What the task asks:
Restate word for word the lines of the records below, starting at the line that contains "closeness = np.where(np.isnan(headroom), -1.0, headroom)" and ending at the line that contains "np.concatenate([getattr(one, name) for", with both of those lines included and nothing else.

Exercise input:
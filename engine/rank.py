"""Judge every part of a shelf under one requirement and order them."""

from collections.abc import Callable, Mapping
from functools import lru_cache

import numpy as np
from numpy.typing import NDArray

from .desirability import DEFAULT_WEIGHTS, criteria, overall
from .duty import duties
from .duty.base import Judged
from .evidence import Evidence
from .prepared import Prepared, prepare
from .ranking import CheckColumn, Ranking, Status, Verdict
from .requirement import Requirement
from .shelf import Shelf

Floats = NDArray[np.float64]
BLOCK = 8192  # parts judged at once: their columns stay in the processor's cache

__all__ = ["DEFAULT_WEIGHTS", "Cancelled", "prepared", "rank"]


class Cancelled(Exception):
    """The caller no longer wants the ranking."""


@lru_cache(maxsize=4)
def prepared(shelf: Shelf) -> Prepared:
    """What every requirement needs of `shelf`, worked out once a shelf."""
    return prepare(shelf)


def rank(
    requirement: Requirement,
    shelf: Shelf,
    *,
    weights: Mapping[str, float] | None = None,
    network: Mapping[str, float] | None = None,
    cancelled: Callable[[], bool] = lambda: False,
) -> Ranking:
    """The ranking of `shelf`; with `network` (rb, rbe in Ω) judge that network instead of choosing one.

    Raises Cancelled between two blocks of parts once `cancelled` says so.
    """
    judge = duties()[requirement.duty].judge
    ready = prepared(shelf)
    blocks = []
    for start in range(0, max(len(shelf), 1), BLOCK):
        if cancelled():
            raise Cancelled
        rows = slice(start, min(start + BLOCK, len(shelf)))
        judged = judge(requirement, ready.take(rows), shelf.take(rows), network)
        blocks.append((tuple(one.column() for one in judged.outcomes), judged))
    return _ranking(requirement, shelf, blocks, weights or {})


def _ranking(
    req: Requirement,
    shelf: Shelf,
    blocks: list[tuple[tuple[CheckColumn, ...], Judged]],
    weights: Mapping[str, float],
) -> Ranking:
    columns = tuple(_joined([block[0][i] for block in blocks]) for i in range(len(blocks[0][0])))
    network = _joined_maps([judged.network for _, judged in blocks])
    bounds = _joined_maps([judged.bounds for _, judged in blocks])
    verdict, evidence, worst, headroom = decide(columns)
    size = np.concatenate([judged.size for _, judged in blocks])
    wanted = criteria(columns, headroom, evidence, size, shelf, req.number("choice.quantity"))
    score = overall(wanted, {**DEFAULT_WEIGHTS, **weights})
    score = np.where(verdict <= Verdict.FITS_ON_TYPICALS, score, 0.0)
    closeness = np.where(np.isnan(headroom), -1.0, headroom)
    names = np.argsort(np.argsort(shelf.names.astype(str), kind="stable"), kind="stable")
    order = np.lexsort((names, -np.minimum(closeness, 1e6), -score, verdict))
    return Ranking(
        req, req.word("choice.derating") or "none", shelf, columns, network, bounds, verdict, evidence, worst, headroom,
        score, wanted, order,
    )  # fmt: skip


def decide(
    columns: tuple[CheckColumn, ...],
) -> tuple[NDArray[np.int8], NDArray[np.int8], NDArray[np.int16], Floats]:
    """Verdict, weakest evidence, index of the deciding check and its headroom, for all parts.

    The deciding check is the failing one with the least headroom, else the first that is unknown, else the
    tightest.
    """
    status = np.stack([column.status for column in columns])
    headroom = np.stack([column.headroom for column in columns])
    failing = status == Status.FAIL
    unknown = status == Status.UNKNOWN
    evidence = np.max(np.stack([column.evidence for column in columns]), axis=0)
    verdict = np.where(evidence >= Evidence.TYPICAL, Verdict.FITS_ON_TYPICALS, Verdict.FITS)
    verdict = np.where(unknown.any(axis=0), Verdict.CANNOT_SAY, verdict)
    verdict = np.where(failing.any(axis=0), Verdict.FAILS, verdict).astype(np.int8)
    tightness = np.where(np.isnan(headroom), np.inf, headroom)
    tightness = np.where(failing, tightness - 1e9, np.where(unknown, -1e6, tightness))
    worst = np.argmin(tightness, axis=0).astype(np.int16)
    decisive = np.take_along_axis(headroom, worst[None, :].astype(np.intp), 0)[0]
    return verdict, evidence.astype(np.int8), worst, decisive


def _joined(parts: list[CheckColumn]) -> CheckColumn:
    first = parts[0]
    if len(parts) == 1:
        return first
    arrays = (
        np.concatenate([getattr(one, name) for one in parts])
        for name in ("value", "limit", "headroom", "status", "evidence")
    )
    return CheckColumn(first.name, first.question, first.unit, *arrays)


def _joined_maps(maps: list[Mapping[str, Floats]]) -> dict[str, Floats]:
    return {name: np.concatenate([one[name] for one in maps]) for name in maps[0]}
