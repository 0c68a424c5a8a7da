"""Grades of evidence, and how they combine: a result is as good as its weakest figure.

The grades are small integers so that they travel as numpy columns; a larger number is weaker,
so combining is `np.maximum`.
"""

from enum import IntEnum

import numpy as np
from numpy.typing import NDArray

Grades = NDArray[np.int8]
"""One grade a part, shape (n,), values of `Evidence`."""


class Evidence(IntEnum):
    """How a figure is known."""

    GUARANTEED = 0  # a data-sheet limit whose conditions cover the operating point
    MEASURED = 1  # a tolerance bound from readings of the lot
    DERIVED = 2  # from guaranteed limits by a law inside its validity
    TYPICAL = 3  # rests on a typical value somewhere
    MISSING = 4  # no value

    @property
    def word(self) -> str:
        return self.name.lower()


def weakest(*grades: Grades | Evidence) -> Grades:
    """The grade of a figure made from figures of these grades. Shapes broadcast."""
    combined: Grades = np.asarray(grades[0], dtype=np.int8)
    for grade in grades[1:]:
        combined = np.maximum(combined, np.asarray(grade, dtype=np.int8))
    return combined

Worked solution:
    closeness = np.where(np.isnan(headroom), -1.0, headroom)
    names = np.argsort(np.argsort(shelf.names.astype(str), kind="stable"), kind="stable")
    order = np.lexsort((names, -np.minimum(closeness, 1e6), -score, verdict))
    return Ranking(
        req, req.word("choice.derating") or "none", shelf, columns, network, bounds, verdict, evidence, worst, headroom,
        score, wanted, order,
    )  # fmt: skip


def decide(
    columns: tuple[CheckColumn, ...],
) -> tuple[NDArray[np.int8], NDArray[np.int8], NDArray[np.int16], Floats]:
    """Verdict, weakest evidence, index of the deciding check and its headroom, for all parts.

    The deciding check is the failing one with the least headroom, else the first that is unknown, else the
    tightest.
    """
    status = np.stack([column.status for column in columns])
    headroom = np.stack([column.headroom for column in columns])
    failing = status == Status.FAIL
    unknown = status == Status.UNKNOWN
    evidence = np.max(np.stack([column.evidence for column in columns]), axis=0)
    verdict = np.where(evidence >= Evidence.TYPICAL, Verdict.FITS_ON_TYPICALS, Verdict.FITS)
    verdict = np.where(unknown.any(axis=0), Verdict.CANNOT_SAY, verdict)
    verdict = np.where(failing.any(axis=0), Verdict.FAILS, verdict).astype(np.int8)
    tightness = np.where(np.isnan(headroom), np.inf, headroom)
    tightness = np.where(failing, tightness - 1e9, np.where(unknown, -1e6, tightness))
    worst = np.argmin(tightness, axis=0).astype(np.int16)
    decisive = np.take_along_axis(headroom, worst[None, :].astype(np.intp), 0)[0]
    return verdict, evidence.astype(np.int8), worst, decisive


def _joined(parts: list[CheckColumn]) -> CheckColumn:
    first = parts[0]
    if len(parts) == 1:
        return first
    arrays = (
        np.concatenate([getattr(one, name) for one in parts])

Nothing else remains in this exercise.